Quick post on an issue with Filters when using the Subcut template from activator.  If you use the Subcut template from TypeSafe Activator, and decide you want to use Filters on your Global object, you will likely run into this issue:

java.lang.ClassCastException: Global cannot be cast to play.GlobalSettings

or you will see that you can't call super.doFilter(next) as suggested in the documentation.

This is because there are two GlobalSettings classes in Play, one which is a Java class, and the other that is the Scala trait.  In most scala applications you will be extending a Scala trait. The Subcut template uses the Java class, and that's because the Subcut template relies on your Global being an instance, rather than a companion object, and the Scala GlobalSettings trait only works on an object, not an instance.

You can fix this problem by extending from both of these classes:

class Global extends GlobalSettings with play.api.GlobalSettings {

  override def doFilter(next: EssentialAction): EssentialAction = {
    Filters(super.doFilter(next), LoggingFilter)
  }

Thank goodness for traits!

Thursday, April 3, 2014

Raising Option[T] to Try[T] - Handling error situations with aplomb

I've started using this pattern for dealing with situation where functions I'm working with may return an Option[T] for a given query, but the contextual meaning of returning None is really an error case. A good example of this is looking up an Item in a database by it's ID based on a shopping cart. If the application receives an item ID during a shopping cart process of an item that doesn't exist in the DB, then returning None on the DAO access is fine, but the upshot is an error condition. The application has received bad data somewhere along the way, and this should be manifested as an Exception state, which I'm choosing to encapsulate in a Try[T] so I can pass it cleanly up the stack rather than violating SOLID by throwing an exception, which I know is a subject of some debate.

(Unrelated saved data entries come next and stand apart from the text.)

"""The command ``nightly``."""

from __future__ import annotations

import contextlib
import logging
import os
import signal
import threading
from collections.abc import Iterator
from types import FrameType
from typing import Literal

import click

from ensemble_horizon.cli.session import common_options, progress
from ensemble_horizon.errors import EnsembleHorizonError
from ensemble_horizon.night.chain.members import asked_for
from ensemble_horizon.night.chain.nightly import Options, run_night
from ensemble_horizon.night.chain.report import NightReport
from ensemble_horizon.settings import read_settings

_TERMINATED = 128 + signal.SIGTERM


class _TerminatedError(KeyboardInterrupt):
    """The process was asked to end, as systemd asks it to; all that is open is closed."""


@click.command("nightly")
@click.argument("config", type=click.Path())
@click.option("--start", metavar="S", help="The start in ISO 8601; the newest complete one else.")
@click.option(
    "--wait",
    "wait_minutes",
    type=click.FloatRange(min=0),
    metavar="MINUTES",
    help="How long to wait for late members; night.wait_minutes else.",
)
@click.option(
    "--report",
    "report_file",
    type=click.Path(dir_okay=False),
    metavar="FILE",
    help="Write a summary as JSON, also of a run that fails.",
)
@click.option(
    "--if-busy",
    type=click.Choice(["wait", "leave"]),
    default="leave",
    show_default=True,
    help="What to do while another run is at work in the same folder.",
)
@click.option(
    "--adopt-archive",
    is_flag=True,
    help="Go on with an archive whose record names other runs: where runs or products have moved.",
)
@common_options
def command(
    config: str,
    start: str | None,
    wait_minutes: float | None,
    report_file: str | None,
    if_busy: Literal["wait", "leave"],
    adopt_archive: bool,
    quiet: bool,
) -> None:
    """Survey, estimate, verify, brief and archive one start of the runs that CONFIG names.

    Does what is not done, or no longer true; run it again after it failed or was killed. The
    products go to a folder of their own for each start, below the one that CONFIG names.
    """
    if not quiet:
        logging.getLogger("ensemble_horizon").setLevel(logging.INFO)
    report = NightReport(config, start=asked_for(start))
    error: BaseException | None = None
    status = 0
    try:
        with _terminable():
            settings = read_settings(config)
            options = Options(start, wait_minutes, if_busy, adopt_archive)
            with progress(quiet) as bars:
                run_night(settings, options, report, bars)
    except EnsembleHorizonError as known:
        error, status = known, known.exit_status
        raise
    except _TerminatedError as asked:
        error, status = asked, _TERMINATED
        click.echo("ensemble-horizon: asked to end; nothing half-written was left", err=True)
        raise SystemExit(status) from asked
    except BaseException as other:
        error, status = other, 130 if isinstance(other, KeyboardInterrupt) else 1
        raise
    finally:
        if report_file is not None:
            _write(report, report_file, error, status)


@contextlib.contextmanager
def _terminable() -> Iterator[None]:
    """Turn the signal SIGTERM into an exception, once, in this process and not in its workers."""
    if threading.current_thread() is not threading.main_thread():
        yield
        return
    ours = os.getpid()

    def end(number: int, frame: FrameType | None) -> None:
        if os.getpid() != ours:
            signal.signal(number, signal.SIG_DFL)
            os.kill(os.getpid(), number)
            return
        signal.signal(number, signal.SIG_IGN)
        raise _TerminatedError

    before = signal.signal(signal.SIGTERM, end)
    try:
        yield
    finally:
        signal.signal(signal.SIGTERM, before)


def _write(report: NightReport, path: str, error: BaseException | None, status: int) -> None:
    """Write the report; where the night itself failed, that is what is told."""
    failed = contextlib.suppress(EnsembleHorizonError) if error is not None else None
    with failed or contextlib.nullcontext():
        report.write(path, error, status)
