from __future__ import annotations

import numpy as np
import pytest
from hypothesis import given
from hypothesis import strategies as st
from pydantic import ValidationError

from fem.case.wording import notes
from fem.material import Material, Melting

WATER = {
    "kind": "melting",
    "melting_point": "0 degC",
    "latent_heat": "334 kJ/kg",
    "density": "1000 kg/m3",
    "solid": {"conductivity": "2.2 W/m/K", "heat_capacity": "2050 J/kg/K"},
    "liquid": {"conductivity": "0.56 W/m/K", "heat_capacity": "4200 J/kg/K"},
}


def water(**keys: object) -> Material:
    return Melting.model_validate(WATER | keys).build()


def test_latent_heat_is_what_is_stated() -> None:
    for width in (1e-6, 1e-3, 0.5):
        material = water(melting_range=f"{width} K")
        low, high = -width / 2, width / 2
        rise = float(material.curve.enthalpy(high) - material.curve.enthalpy(low))
        sensible = 1000 * (2050 + 4200) / 2 * width
        assert rise - sensible == pytest.approx(334e6, rel=1e-9)
        assert material.latent_heat() == material.latent_heat(-5.0) == 334e6


def test_either_side_is_constant() -> None:
    material = water(melting_point="-3 degC")
    for T, c, k in ((-150.0, 2050.0, 2.2), (-5.0, 2050.0, 2.2), (0.0, 4200.0, 0.56), (150.0, 4200.0, 0.56)):
        assert material.curve.capacity(T) / 1000.0 == pytest.approx(c, rel=1e-9)
        assert material.curve.conductivity(T) == pytest.approx(k, rel=1e-12)
    assert material.curve.enthalpy(0.0) == pytest.approx(0.0, abs=1e-6)
    assert material.heat(7.0, -23.0) == pytest.approx(334e6 + 4.2e6 * 10 + 2.05e6 * 20, rel=1e-6)


def test_ice_goes_with_the_enthalpy() -> None:
    material = water(melting_range="2 K")
    T = np.array([-5.0, -1.0, -0.5, 0.0, 0.5, 1.0, 5.0])
    np.testing.assert_allclose(material.ice(T), [1.0, 1.0, 0.75, 0.5, 0.25, 0.0, 0.0])
    assert material.freezable == 1.0
    front = material.front_enthalpy()
    top, bottom = (float(material.curve.enthalpy(T)) for T in (1.0, -1.0))
    assert front == pytest.approx((top + bottom) / 2, rel=1e-12)


def test_a_start_at_the_melting_point_is_liquid() -> None:
    for width in (1e-6, 1e-3, 2.0):
        material = water(melting_point="-3 degC", melting_range=f"{width} K")
        assert material.start_enthalpy(-3.0) == material.curve.enthalpy(-3.0 + width / 2)
        assert material.ice(material.curve.temperature(material.start_enthalpy(-3.0))) < 1e-6
    assert material.start_enthalpy(-3.5) == material.curve.enthalpy(-3.5)
    assert material.start_enthalpy(-10.0) == material.curve.enthalpy(-10.0)


@given(
    st.floats(-100.0, 80.0),
    st.floats(1e-6, 5.0),
    st.floats(1e4, 4e5),
    st.lists(st.floats(-3.0, 3.0), min_size=1, max_size=10),
)
def test_enthalpy_and_temperature_are_inverse(
    T_m: float, width: float, L: float, offsets: list[float]
) -> None:
    material = water(melting_point=f"{T_m} degC", melting_range=f"{width} K", latent_heat=f"{L} J/kg")
    T = T_m + np.array(offsets) * width
    curve = material.curve
    assert np.all(np.diff(curve.H) > 0.0)
    np.testing.assert_allclose(curve.temperature(curve.enthalpy(T)), T, rtol=0, atol=1e-9)
    H = curve.H[1] + np.linspace(0, 1, 11) * (curve.H[2] - curve.H[1])
    np.testing.assert_allclose(curve.enthalpy(curve.temperature(H)), H, rtol=0, atol=2e-7 * L * 1000)


@pytest.mark.parametrize(
    ("keys", "place", "said"),
    [
        ({"melting_range": "1e-9 K"}, ("melting_range",), "at least 1e-07 K"),
        ({"melting_range": "600 K"}, ("melting_range",), "absolute zero"),
        ({"melting_range": "1 degC"}, ("melting_range",), "not as a difference"),
        ({"latent_heat": "0 J/kg"}, ("latent_heat",), "above 0"),
        ({"solid": {"conductivity": "2 W/m/K"}}, ("solid", "heat_capacity"), "is missing"),
        ({"liquid": WATER["liquid"] | {"density": "1 kg/m3"}}, ("liquid", "density"), 'no key "density"'),
    ],
)
def test_mistakes_are_put_at_their_key(keys: dict[str, object], place: tuple[str, ...], said: str) -> None:
    with pytest.raises(ValidationError) as caught:
        water(**keys)
    (note,) = notes(caught.value, Melting, ())
    assert note.path == place
    assert said in note.message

To help with this, I wrote a simple wrapper class that I've called MonadHelper thusly:

object MonadUtil {
  implicit def option2wrapper[T](original: Option[T]) = new OptionWrapper(original)

  class OptionWrapper[T](original: Option[T]) {
    def asTry(throwableOnNone: Throwable) = original match {
      case None => Failure(throwableOnNone)
      case Some(v) => Success(v)
    }
  }
}

This allows one to construct a for comprehension elevating None returns to an error state somewhat gracefully like this slightly contrived example:

case class CartItemComposite(account: Tables.AccountRow, item: Item)

trait AccountDAO {
  def findById(userId: Long): Option[Tables.AccountRow]
}
trait ItemDAO {
  def findById(itemId: Long): Option[Item]
}

def findShoppingCartItem(itemId: Long, userId: Long)(userDAO: AccountDAO, itemDAO: ItemDAO): Try[CartItemComposite] = {
  for {
    user <- userDAO.findById(userId).asTry(new Throwable("Failed to find user for id " + userId))
    item <- itemDAO.findById(itemId).asTry(new Throwable("Failed to find item for id " + itemId))
  } yield CartItemComposite(user, item)
}


But you get the idea. You can check a set of conditions for validity, giving appropriate error feedback at each step along the way instead of losing the error meaning as you would with simple Option[T] monads in a way that looks less than insane.

Don't know if this is a great pattern yet, but, I'm giving it a whirl!